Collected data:
※ ※ ※

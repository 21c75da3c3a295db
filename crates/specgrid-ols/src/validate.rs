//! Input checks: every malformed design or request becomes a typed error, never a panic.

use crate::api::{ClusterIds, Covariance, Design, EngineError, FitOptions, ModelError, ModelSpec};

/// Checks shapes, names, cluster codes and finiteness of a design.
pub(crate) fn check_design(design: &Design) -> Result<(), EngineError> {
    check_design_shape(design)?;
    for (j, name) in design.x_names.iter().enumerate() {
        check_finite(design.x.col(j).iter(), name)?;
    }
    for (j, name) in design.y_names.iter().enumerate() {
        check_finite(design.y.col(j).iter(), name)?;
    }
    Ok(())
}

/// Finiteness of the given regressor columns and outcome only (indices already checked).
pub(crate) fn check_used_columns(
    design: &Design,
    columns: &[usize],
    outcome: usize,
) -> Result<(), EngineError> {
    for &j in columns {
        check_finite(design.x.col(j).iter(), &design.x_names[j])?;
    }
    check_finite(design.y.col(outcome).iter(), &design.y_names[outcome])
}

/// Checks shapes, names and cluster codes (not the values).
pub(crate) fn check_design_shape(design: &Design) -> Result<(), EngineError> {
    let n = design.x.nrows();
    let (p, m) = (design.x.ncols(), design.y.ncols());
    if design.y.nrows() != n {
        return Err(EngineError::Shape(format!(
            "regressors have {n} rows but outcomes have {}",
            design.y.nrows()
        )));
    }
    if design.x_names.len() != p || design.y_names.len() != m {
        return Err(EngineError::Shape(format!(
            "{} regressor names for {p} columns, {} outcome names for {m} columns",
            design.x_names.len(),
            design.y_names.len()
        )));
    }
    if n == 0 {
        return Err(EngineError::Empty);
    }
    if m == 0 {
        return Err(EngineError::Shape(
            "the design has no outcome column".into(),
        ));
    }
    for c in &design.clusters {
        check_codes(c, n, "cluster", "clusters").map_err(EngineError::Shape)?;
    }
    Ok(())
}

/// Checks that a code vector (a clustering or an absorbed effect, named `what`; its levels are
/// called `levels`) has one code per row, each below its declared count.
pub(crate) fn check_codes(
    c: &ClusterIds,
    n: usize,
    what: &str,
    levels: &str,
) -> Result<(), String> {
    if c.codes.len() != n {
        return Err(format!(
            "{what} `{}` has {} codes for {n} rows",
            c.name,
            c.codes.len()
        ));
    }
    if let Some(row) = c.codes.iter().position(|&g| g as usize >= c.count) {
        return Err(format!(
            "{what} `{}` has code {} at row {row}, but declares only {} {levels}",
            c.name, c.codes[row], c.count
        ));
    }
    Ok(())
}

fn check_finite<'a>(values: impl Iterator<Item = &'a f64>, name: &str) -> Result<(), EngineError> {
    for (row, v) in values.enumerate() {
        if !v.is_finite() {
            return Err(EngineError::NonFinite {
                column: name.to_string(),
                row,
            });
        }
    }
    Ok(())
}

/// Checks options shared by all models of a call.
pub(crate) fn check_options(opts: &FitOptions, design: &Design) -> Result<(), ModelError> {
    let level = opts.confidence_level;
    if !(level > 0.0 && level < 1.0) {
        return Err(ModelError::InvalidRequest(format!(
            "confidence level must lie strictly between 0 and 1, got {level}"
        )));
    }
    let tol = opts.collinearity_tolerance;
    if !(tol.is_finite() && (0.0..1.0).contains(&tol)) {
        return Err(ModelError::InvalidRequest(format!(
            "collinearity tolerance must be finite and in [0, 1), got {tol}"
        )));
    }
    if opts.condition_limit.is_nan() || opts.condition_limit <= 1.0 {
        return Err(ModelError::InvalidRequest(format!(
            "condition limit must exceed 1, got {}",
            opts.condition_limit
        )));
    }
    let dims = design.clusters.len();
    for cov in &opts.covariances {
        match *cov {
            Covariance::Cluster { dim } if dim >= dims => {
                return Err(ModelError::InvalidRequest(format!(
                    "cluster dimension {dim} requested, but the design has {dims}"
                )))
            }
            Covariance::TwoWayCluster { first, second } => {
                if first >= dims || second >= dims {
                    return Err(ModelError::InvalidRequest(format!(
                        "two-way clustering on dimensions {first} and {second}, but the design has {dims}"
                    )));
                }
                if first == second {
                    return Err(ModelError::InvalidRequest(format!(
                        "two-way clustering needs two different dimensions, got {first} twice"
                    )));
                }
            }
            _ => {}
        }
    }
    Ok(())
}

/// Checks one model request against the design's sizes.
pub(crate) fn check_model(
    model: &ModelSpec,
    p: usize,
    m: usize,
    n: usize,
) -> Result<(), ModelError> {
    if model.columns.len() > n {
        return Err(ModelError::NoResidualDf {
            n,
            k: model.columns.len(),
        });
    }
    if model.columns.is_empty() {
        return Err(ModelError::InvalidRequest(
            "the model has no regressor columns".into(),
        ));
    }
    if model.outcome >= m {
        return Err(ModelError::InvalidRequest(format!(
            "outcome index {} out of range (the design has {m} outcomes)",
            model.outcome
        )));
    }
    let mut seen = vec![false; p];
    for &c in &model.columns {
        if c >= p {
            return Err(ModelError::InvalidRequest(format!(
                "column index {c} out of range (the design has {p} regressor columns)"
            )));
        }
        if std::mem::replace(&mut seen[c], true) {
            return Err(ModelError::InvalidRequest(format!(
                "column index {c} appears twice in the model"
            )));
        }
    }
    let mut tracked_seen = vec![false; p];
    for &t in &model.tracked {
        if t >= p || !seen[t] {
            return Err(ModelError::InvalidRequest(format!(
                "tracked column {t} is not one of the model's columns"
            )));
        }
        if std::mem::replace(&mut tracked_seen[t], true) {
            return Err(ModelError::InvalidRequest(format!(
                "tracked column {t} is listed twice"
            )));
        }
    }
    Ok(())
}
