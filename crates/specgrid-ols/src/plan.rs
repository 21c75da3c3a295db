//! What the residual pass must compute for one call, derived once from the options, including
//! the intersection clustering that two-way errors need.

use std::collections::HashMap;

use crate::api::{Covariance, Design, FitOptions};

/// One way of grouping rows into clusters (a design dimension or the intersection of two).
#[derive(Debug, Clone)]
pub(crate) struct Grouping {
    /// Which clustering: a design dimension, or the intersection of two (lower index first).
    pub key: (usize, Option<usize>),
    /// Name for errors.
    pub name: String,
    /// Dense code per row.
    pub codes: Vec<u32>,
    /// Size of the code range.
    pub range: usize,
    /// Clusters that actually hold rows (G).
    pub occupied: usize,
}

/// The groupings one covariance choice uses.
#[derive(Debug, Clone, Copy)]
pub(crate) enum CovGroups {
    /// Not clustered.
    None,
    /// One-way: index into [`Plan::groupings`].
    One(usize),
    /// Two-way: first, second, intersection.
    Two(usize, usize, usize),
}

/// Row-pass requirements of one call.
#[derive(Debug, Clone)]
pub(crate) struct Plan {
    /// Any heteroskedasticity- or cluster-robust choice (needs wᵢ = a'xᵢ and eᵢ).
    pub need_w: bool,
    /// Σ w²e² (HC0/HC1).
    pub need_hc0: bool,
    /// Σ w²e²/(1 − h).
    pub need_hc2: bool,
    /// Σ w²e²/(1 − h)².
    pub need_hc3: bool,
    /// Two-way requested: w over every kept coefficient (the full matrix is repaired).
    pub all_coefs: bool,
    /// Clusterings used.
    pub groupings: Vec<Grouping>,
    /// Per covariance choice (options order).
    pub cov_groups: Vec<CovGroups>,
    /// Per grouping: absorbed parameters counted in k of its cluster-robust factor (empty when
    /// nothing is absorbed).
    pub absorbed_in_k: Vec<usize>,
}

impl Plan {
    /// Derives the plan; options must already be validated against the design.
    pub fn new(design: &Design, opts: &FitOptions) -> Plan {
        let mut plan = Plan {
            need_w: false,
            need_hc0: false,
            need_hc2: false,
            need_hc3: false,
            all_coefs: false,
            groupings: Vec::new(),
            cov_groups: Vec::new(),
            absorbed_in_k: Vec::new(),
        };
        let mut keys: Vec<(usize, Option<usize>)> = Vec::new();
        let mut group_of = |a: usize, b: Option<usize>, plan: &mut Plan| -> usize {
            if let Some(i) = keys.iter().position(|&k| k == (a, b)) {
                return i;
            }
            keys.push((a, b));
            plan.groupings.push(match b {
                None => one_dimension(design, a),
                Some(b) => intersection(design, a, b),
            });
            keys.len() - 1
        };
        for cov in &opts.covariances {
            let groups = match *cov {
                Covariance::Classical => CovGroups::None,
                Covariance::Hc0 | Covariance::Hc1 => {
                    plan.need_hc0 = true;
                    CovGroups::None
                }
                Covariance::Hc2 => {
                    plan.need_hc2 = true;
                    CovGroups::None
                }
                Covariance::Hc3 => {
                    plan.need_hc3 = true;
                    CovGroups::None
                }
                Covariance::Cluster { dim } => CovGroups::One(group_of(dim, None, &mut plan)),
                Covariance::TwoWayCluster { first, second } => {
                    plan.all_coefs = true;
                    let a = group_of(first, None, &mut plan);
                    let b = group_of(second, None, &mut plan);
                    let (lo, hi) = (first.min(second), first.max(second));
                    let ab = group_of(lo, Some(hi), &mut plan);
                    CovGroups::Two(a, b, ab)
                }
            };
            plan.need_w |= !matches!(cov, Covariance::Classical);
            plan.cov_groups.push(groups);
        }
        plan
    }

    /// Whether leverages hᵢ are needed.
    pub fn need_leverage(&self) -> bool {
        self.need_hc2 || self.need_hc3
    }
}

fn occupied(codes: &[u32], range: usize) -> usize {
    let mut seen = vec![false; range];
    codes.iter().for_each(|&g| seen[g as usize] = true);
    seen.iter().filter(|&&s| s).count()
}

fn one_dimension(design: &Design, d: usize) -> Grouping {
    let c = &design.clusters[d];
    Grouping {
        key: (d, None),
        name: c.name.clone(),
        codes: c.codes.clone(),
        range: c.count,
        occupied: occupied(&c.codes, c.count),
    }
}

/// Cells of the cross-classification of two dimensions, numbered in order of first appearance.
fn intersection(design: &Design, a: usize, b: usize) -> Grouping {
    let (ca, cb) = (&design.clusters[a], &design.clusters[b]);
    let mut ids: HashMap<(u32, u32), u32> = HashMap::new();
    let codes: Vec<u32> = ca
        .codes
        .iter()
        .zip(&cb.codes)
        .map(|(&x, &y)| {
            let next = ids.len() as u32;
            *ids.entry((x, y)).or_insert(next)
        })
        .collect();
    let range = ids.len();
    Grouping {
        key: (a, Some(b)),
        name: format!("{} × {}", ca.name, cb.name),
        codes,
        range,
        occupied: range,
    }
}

※ ※ ※

## What you should do
Repeat exactly the lines of the data from the first one through the line with "for &j in columns", both of them included.

## Exercise response
repository 21c75da3c3a295db
filename crates/specgrid-ols/src/validate.rs
//! Input checks: every malformed design or request becomes a typed error, never a panic.

use crate::api::{ClusterIds, Covariance, Design, EngineError, FitOptions, ModelError, ModelSpec};

/// Checks shapes, names, cluster codes and finiteness of a design.
pub(crate) fn check_design(design: &Design) -> Result<(), EngineError> {
    check_design_shape(design)?;
    for (j, name) in design.x_names.iter().enumerate() {
        check_finite(design.x.col(j).iter(), name)?;
    }
    for (j, name) in design.y_names.iter().enumerate() {
        check_finite(design.y.col(j).iter(), name)?;
    }
    Ok(())
}

/// Finiteness of the given regressor columns and outcome only (indices already checked).
pub(crate) fn check_used_columns(
    design: &Design,
    columns: &[usize],
    outcome: usize,
) -> Result<(), EngineError> {
    for &j in columns {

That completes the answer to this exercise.